Amid mounting pressure on Boris Johnson, readers add their voices to calls for him to step down over the Downing Street parties scandal


I read Jonathan Freedland’s article (It’s a scandal that Boris Johnson ever got to No 10 – and shaming that he’s still there, 14 January) with interest and I entirely agree; what indeed will it say about Britain if Boris Johnson is allowed to get away with this? I am hoping that Sue Gray’s inquiry will be sufficiently damning to finally topple this prime minister, because even if he was not in attendance at these parties, they were carried out on his watch. Surely now Conservative ministers and MPs will not allow this to just move on, even after hearing grovelling apologies.

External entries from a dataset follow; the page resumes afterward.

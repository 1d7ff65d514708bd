import { ensureBuild } from './lib/build.mjs';
import { openTestDatabase } from './lib/test-database.mjs';
import { isRunning, superviseChild } from './lib/process.mjs';
import { runMain } from './lib/say.mjs';
import { serveBuild } from './lib/serve.mjs';
import { appEnvironment } from './lib/settings.mjs';

/** The built application for browser tests: a fresh database with the demo in it. Started by Playwright. */
runMain(async () => {
	const port = Number(process.env.E2E_PORT ?? 4173);
	await ensureBuild();
	const database = await openTestDatabase('tiltyard_e2e');
	try {
		const origin = `http://127.0.0.1:${port}`;
		const env = { LOG_LEVEL: 'warn', ...appEnvironment({ url: database.url, ownDatabase: true, origin }) };
		const child = await serveBuild({ host: '127.0.0.1', port, env });
		superviseChild(child, database.stop);
		endWithOwner(Number(process.env.E2E_OWNER ?? 0));
	} catch (error) {
		await database.stop();
		throw error;
	}
});

/** A test runner that was killed can't stop its server: the server looks after it. */
function endWithOwner(/** @type {number} */ owner) {
	if (owner === 0) return;
	setInterval(() => {
		if (!isRunning(owner)) process.kill(process.pid, 'SIGTERM');
	}, 2000).unref();
}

It is an indisputable fact that salutary lessons will not be learned, and after a short moment for the necessary sackcloth-and-ashes routine, business will carry on as usual – and this will be outrageous.
Judith A Daniels
Great Yarmouth, Norfolk

• Regardless of the hue, regardless of the political affiliations and ideologies, Britain has never been so badly served by a prime minister as it has been by Boris Johnson. What is gut-wrenching is that it has taken so long for the Tories to realise the dead weight they have been promoting to the highest office. As a socialist, of course I had concerns about the Camerons and Mays of this world, but everything was up for discussion/debate, at the very least, when they were in power.

Thatcher might have been a poisonous bulldozer in a china shop bent on destroying what so many hold dear, but at least you knew what you were dealing with. It gave us a fighting edge. For Johnson, at last, it seems his former supporters are seeing the writing on the wall. And perhaps they are realising how many of us have been traumatised beyond belief by the No 10 culture that saw all of us following Covid rules to keep each other safe while they flouted them with total disdain. The message that No 10 believed in protection and isolation rather than the devastation of herd immunity can no longer be upheld.
Cathy Elder
Cardiff

• With daily calls for Johnson to resign, I am looking forward to the day when we can refer to him as “the disgraced former prime minister”, a title which could not be better deserved. But surely culpability for getting us into this internationally embarrassing position also lies squarely with the parliamentary Tory party, whose members knew – probably better than most – the flaws in this man, yet for short-term electoral advantage were prepared to foist him on the British people. I only hope that the electorate’s anger and memory is sufficiently long to ensure that they pay the price at the next general election.
Quentin Isaac
Bristol

• Apologies (and especially what ultimately amount to non-apologies) come cheap, but explanations attract a higher premium. When politicians and civil servants apologise (sort of) for breaking Covid regulations, the import of which seem to have been screamingly clear to everyone else, they should be forced to explain precisely what patently obvious point they managed to miss and why.
Prof Trevor Curnow
Lancaster

• Selflessness, integrity, objectivity, accountability, openness, honesty, leadership. These are the Nolan principles – a formal and widely upheld code of behaviour applicable to most corners of public life. “I’m in the mood for dancing.” This is the Nolans’ principle – an informal and wildly upheld code of behaviour seemingly applicable to the corner of public life known as No 10.